## About this task:
Note each line of the entries that includes "AsRef". Then copy those lines.

## Given records:
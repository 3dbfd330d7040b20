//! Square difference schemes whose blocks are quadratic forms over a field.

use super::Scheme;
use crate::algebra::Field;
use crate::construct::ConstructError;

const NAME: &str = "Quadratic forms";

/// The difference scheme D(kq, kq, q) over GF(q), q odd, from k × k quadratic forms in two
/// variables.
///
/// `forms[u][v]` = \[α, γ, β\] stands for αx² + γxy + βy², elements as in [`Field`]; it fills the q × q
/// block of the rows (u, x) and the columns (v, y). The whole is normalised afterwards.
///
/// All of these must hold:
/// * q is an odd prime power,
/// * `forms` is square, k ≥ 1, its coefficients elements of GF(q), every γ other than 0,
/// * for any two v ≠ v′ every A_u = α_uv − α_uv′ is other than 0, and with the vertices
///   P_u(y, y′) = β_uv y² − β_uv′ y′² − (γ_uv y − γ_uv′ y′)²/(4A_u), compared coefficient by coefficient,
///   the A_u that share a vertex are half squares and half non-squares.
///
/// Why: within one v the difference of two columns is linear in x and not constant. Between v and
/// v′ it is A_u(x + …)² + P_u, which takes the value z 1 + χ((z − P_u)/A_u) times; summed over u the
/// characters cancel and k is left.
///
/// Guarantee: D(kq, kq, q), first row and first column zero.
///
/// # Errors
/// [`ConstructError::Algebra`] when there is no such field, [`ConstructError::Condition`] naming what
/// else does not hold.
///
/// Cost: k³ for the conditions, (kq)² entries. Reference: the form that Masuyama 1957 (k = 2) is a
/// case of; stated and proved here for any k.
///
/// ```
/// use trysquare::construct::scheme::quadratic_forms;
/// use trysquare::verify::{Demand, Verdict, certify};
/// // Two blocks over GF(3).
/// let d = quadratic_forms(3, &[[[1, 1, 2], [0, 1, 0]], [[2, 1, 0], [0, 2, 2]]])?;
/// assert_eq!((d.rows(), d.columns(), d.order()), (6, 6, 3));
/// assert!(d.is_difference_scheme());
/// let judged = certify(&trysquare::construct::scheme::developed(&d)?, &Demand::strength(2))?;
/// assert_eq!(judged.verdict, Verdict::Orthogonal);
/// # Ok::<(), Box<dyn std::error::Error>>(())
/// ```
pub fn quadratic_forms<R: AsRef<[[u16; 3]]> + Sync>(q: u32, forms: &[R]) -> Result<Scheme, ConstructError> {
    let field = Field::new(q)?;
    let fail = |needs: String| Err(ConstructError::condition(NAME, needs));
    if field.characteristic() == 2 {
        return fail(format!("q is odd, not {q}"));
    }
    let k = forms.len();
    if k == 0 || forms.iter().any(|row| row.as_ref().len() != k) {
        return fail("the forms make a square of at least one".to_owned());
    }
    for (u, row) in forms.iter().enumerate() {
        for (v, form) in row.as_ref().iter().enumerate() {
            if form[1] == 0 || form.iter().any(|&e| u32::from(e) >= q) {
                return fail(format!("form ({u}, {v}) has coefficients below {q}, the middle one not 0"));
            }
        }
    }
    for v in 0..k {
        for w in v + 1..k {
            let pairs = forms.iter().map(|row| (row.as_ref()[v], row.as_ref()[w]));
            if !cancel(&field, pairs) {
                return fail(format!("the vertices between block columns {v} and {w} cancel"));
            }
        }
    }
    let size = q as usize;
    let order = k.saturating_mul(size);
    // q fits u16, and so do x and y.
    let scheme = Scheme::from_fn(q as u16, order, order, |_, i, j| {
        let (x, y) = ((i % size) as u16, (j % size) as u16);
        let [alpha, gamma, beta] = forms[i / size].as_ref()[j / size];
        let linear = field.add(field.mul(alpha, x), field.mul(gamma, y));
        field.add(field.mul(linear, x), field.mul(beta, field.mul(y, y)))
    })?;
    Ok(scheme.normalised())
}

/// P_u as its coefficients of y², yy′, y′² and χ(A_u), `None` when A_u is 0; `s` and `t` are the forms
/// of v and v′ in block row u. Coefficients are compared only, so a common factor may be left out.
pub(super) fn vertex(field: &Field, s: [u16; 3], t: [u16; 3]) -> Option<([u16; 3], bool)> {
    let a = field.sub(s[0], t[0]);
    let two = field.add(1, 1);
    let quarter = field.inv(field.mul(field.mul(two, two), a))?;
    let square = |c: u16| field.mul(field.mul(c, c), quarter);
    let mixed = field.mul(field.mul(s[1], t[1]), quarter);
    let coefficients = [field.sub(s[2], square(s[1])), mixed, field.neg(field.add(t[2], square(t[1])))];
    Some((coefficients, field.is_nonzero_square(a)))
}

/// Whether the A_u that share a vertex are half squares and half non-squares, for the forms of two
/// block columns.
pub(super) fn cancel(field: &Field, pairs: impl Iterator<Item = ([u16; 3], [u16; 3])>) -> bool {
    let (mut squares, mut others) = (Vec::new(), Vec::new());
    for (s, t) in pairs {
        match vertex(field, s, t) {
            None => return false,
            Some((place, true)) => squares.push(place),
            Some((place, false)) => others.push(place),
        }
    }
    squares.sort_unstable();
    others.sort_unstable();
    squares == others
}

==

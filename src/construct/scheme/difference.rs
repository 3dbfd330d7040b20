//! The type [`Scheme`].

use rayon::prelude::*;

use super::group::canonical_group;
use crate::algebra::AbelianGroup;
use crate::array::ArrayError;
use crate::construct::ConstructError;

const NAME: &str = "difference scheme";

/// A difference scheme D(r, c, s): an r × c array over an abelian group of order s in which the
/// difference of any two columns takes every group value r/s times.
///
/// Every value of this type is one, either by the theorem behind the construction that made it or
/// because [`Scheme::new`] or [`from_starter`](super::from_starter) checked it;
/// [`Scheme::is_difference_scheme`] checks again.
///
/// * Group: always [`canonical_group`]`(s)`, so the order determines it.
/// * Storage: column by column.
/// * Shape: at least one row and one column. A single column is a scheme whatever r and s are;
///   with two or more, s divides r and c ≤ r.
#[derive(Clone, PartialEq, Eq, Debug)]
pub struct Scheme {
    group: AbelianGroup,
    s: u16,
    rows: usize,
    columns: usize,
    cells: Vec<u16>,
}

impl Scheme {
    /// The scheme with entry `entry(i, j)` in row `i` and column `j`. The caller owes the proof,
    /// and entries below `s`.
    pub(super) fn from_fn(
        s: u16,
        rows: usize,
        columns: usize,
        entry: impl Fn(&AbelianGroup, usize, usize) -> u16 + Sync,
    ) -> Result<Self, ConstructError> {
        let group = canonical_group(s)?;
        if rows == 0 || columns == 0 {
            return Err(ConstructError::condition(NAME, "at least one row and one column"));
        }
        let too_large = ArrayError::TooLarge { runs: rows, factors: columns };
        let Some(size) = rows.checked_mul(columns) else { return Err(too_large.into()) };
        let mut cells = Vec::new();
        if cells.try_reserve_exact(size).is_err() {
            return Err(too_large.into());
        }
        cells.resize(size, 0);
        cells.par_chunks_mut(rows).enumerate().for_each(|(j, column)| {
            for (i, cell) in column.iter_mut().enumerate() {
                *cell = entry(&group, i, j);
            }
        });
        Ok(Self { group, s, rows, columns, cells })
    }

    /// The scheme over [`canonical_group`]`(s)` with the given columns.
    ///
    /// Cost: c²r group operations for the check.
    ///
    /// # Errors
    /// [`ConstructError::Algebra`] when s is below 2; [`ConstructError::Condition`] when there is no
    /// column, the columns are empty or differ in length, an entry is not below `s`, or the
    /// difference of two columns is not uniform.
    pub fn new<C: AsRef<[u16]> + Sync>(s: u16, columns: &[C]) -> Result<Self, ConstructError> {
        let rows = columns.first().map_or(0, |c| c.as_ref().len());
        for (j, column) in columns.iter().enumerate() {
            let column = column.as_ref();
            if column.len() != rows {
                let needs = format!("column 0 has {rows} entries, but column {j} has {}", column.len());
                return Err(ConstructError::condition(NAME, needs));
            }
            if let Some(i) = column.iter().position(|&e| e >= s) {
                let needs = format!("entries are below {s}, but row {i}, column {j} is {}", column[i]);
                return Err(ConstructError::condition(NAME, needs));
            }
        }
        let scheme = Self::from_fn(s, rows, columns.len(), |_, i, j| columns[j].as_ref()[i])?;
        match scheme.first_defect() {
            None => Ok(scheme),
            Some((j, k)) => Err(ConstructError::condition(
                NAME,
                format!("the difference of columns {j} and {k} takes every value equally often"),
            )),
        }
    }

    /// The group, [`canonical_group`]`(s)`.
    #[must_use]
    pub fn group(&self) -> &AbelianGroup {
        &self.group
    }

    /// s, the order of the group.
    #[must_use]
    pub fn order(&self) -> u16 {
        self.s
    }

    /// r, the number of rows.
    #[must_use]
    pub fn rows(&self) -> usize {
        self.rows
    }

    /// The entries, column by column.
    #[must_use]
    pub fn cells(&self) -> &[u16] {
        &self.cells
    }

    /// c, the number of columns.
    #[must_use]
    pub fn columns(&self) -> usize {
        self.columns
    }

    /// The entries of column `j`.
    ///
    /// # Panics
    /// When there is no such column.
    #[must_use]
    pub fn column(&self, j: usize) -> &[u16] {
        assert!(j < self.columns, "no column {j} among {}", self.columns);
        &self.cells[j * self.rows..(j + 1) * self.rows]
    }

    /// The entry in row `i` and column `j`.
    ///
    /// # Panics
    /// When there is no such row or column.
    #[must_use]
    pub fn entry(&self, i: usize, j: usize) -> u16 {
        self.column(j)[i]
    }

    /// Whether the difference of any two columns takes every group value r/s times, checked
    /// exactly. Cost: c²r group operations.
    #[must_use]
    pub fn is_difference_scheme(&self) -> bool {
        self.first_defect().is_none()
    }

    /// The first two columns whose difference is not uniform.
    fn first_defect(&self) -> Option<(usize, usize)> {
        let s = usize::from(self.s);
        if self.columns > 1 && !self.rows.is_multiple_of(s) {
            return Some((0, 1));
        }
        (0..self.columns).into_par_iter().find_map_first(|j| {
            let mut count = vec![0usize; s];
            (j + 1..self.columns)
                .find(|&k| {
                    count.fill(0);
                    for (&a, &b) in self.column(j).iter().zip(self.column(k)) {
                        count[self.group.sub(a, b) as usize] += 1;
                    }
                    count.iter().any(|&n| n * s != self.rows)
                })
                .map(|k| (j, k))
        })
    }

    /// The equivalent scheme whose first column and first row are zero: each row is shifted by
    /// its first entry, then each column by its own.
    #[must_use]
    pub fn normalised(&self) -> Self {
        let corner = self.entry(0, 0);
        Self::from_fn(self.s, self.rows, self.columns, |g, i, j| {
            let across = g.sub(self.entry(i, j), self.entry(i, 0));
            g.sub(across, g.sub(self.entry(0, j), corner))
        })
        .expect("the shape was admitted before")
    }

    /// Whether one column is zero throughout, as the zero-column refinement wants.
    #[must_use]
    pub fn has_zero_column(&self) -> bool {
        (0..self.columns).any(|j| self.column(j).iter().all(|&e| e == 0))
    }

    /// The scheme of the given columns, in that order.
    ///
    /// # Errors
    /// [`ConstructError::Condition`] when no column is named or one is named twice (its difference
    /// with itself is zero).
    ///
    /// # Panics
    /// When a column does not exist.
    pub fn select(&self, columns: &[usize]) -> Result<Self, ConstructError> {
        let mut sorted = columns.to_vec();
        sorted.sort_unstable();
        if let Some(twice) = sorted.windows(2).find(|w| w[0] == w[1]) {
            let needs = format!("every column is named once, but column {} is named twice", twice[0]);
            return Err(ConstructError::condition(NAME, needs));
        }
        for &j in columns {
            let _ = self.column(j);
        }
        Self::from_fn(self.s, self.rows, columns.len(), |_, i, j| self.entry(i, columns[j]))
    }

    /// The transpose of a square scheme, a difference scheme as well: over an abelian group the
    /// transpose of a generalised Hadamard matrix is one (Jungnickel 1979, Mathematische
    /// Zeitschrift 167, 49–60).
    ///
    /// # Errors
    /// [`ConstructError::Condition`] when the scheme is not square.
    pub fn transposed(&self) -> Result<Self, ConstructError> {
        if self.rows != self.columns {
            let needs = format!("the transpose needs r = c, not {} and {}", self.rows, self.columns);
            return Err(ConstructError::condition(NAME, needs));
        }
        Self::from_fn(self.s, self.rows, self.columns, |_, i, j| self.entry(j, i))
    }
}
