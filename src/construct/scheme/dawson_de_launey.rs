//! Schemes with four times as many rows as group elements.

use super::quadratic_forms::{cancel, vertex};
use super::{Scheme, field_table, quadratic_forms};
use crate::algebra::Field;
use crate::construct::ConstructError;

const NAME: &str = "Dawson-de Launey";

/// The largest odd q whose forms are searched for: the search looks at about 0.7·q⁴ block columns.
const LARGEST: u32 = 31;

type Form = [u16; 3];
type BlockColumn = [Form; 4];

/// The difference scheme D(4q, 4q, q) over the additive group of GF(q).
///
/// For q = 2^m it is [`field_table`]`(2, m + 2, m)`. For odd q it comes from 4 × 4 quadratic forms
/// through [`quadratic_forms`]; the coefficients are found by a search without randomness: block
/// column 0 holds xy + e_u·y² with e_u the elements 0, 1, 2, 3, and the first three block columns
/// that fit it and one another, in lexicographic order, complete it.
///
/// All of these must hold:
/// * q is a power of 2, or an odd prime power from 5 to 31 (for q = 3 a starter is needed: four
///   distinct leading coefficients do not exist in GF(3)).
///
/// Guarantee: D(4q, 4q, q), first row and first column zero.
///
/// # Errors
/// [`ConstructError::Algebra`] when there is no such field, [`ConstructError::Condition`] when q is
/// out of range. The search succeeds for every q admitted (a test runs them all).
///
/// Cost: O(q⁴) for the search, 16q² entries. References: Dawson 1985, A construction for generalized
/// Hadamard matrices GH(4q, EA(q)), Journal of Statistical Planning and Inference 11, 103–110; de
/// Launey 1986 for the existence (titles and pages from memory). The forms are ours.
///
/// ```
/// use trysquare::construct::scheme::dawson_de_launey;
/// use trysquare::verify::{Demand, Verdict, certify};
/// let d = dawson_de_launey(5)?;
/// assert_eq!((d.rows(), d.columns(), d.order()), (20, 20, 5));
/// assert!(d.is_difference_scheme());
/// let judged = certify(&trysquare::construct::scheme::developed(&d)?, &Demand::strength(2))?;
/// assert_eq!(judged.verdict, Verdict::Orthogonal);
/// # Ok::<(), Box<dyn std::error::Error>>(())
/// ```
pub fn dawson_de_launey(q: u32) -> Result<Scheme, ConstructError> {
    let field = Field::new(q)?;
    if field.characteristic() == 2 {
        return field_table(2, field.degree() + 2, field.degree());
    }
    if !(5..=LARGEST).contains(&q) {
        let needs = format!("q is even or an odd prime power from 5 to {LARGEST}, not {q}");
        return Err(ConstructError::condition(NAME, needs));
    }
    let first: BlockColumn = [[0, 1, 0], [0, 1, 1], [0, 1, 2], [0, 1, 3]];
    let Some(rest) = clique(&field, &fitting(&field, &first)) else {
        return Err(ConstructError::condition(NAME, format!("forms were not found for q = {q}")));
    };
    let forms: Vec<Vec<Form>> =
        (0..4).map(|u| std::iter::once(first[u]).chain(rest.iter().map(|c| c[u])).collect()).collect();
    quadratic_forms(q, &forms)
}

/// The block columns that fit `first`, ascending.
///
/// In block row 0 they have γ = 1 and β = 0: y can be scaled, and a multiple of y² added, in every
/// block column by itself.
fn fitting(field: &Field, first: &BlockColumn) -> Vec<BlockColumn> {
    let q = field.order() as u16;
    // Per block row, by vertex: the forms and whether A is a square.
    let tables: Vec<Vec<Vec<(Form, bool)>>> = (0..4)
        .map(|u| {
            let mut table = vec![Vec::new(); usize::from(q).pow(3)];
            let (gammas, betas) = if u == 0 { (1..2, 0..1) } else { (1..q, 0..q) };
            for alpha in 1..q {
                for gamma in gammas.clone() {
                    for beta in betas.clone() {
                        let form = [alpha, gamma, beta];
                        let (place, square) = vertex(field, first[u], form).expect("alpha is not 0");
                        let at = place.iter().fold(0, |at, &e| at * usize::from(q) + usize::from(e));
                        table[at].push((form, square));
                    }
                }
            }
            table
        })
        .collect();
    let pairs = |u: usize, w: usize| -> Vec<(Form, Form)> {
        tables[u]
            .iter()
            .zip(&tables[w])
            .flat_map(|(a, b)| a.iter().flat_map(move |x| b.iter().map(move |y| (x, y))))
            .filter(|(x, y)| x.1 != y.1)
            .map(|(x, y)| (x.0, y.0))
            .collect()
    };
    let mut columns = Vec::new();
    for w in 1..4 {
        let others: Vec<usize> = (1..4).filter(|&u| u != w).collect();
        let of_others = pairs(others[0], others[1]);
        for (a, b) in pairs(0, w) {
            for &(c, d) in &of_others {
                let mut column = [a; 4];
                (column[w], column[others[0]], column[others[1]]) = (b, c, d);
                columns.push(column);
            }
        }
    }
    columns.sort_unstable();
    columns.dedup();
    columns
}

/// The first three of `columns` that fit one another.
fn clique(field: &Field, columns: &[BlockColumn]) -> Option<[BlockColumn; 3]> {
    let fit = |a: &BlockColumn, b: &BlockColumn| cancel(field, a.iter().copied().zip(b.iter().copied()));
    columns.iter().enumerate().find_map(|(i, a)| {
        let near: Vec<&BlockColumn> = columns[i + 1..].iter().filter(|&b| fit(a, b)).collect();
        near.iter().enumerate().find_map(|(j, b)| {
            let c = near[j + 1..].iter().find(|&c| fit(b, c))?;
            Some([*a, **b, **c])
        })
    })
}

* * *

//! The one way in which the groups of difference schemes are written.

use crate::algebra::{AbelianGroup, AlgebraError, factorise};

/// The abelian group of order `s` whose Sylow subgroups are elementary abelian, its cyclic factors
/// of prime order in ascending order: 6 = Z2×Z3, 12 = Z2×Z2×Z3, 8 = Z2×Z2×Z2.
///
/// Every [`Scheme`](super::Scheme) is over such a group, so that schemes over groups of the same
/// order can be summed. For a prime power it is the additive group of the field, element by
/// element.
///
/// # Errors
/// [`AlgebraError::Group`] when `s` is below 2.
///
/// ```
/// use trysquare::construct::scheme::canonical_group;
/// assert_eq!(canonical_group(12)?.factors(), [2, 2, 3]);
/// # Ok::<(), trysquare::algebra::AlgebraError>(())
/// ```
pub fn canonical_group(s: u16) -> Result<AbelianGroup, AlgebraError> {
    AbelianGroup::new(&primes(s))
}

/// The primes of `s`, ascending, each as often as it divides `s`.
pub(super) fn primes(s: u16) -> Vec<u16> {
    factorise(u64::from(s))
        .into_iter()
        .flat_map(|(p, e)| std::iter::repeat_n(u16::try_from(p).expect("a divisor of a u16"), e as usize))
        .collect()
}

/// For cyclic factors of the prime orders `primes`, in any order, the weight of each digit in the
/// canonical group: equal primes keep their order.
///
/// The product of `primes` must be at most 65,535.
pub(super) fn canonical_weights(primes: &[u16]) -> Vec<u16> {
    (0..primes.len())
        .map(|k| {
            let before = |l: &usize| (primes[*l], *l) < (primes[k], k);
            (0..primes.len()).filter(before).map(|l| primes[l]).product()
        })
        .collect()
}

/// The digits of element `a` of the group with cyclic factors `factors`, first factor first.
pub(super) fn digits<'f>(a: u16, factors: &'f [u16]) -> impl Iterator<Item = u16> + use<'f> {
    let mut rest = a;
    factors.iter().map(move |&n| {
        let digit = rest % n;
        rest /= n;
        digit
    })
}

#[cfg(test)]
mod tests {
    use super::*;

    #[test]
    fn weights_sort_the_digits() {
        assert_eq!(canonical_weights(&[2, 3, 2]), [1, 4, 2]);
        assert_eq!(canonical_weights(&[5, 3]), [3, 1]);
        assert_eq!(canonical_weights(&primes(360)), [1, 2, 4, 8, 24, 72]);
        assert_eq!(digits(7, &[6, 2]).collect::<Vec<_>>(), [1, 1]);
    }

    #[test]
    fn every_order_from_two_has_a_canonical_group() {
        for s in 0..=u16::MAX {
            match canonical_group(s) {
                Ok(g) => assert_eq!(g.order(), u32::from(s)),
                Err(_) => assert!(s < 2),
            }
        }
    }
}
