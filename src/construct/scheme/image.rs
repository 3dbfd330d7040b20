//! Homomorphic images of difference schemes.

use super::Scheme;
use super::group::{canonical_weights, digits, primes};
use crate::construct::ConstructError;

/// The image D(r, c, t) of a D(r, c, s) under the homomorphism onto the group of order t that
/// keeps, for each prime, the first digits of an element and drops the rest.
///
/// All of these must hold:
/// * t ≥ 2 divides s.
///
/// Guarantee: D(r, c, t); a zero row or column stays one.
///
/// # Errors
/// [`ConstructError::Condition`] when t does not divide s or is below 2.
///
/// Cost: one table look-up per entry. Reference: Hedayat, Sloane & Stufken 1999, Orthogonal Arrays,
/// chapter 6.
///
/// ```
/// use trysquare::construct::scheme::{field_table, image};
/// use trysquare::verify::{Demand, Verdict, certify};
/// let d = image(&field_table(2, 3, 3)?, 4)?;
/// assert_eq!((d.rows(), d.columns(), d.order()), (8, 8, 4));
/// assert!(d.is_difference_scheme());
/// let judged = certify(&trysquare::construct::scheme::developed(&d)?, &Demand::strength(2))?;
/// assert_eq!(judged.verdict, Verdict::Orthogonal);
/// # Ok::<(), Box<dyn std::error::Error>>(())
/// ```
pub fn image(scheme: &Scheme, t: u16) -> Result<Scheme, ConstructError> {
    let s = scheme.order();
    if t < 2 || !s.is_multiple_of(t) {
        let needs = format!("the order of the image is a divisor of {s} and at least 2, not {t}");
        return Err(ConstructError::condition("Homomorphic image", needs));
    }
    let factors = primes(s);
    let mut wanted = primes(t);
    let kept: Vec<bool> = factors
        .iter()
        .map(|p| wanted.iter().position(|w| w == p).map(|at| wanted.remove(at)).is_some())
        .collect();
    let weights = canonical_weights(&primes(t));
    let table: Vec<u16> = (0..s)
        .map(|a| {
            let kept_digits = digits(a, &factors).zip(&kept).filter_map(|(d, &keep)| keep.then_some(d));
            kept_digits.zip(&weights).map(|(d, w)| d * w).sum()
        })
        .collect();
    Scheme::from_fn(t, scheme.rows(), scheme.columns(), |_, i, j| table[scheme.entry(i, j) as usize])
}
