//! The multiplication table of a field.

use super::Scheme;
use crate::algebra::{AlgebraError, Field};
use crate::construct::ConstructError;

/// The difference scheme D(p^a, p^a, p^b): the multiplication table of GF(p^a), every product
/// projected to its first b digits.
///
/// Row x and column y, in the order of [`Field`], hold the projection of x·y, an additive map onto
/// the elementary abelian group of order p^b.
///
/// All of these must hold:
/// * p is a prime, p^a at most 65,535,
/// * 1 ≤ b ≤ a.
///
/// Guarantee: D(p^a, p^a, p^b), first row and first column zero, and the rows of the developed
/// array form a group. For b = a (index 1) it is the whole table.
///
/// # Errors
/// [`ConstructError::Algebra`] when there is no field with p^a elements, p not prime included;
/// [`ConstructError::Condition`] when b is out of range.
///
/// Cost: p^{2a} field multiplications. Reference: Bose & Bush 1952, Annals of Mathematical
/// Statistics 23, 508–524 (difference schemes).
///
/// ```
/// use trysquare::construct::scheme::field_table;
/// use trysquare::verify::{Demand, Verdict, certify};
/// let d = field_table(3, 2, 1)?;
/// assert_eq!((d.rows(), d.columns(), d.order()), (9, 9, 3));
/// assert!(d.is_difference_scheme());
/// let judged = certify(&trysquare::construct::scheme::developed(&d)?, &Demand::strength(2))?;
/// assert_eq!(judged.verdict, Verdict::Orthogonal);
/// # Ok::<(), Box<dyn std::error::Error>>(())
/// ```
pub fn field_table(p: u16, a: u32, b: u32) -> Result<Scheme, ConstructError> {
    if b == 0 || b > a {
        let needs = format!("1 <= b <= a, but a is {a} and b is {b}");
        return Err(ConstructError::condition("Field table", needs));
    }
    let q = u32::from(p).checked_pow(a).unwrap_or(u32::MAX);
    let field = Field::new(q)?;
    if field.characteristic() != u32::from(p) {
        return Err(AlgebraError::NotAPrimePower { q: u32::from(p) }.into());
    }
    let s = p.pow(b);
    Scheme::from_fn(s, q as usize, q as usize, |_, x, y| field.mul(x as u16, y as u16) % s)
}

## Solved exercise:
pub fn quadratic_forms<R: AsRef<[[u16; 3]]> + Sync>(q: u32, forms: &[R]) -> Result<Scheme, ConstructError> {
    pub fn new<C: AsRef<[u16]> + Sync>(s: u16, columns: &[C]) -> Result<Self, ConstructError> {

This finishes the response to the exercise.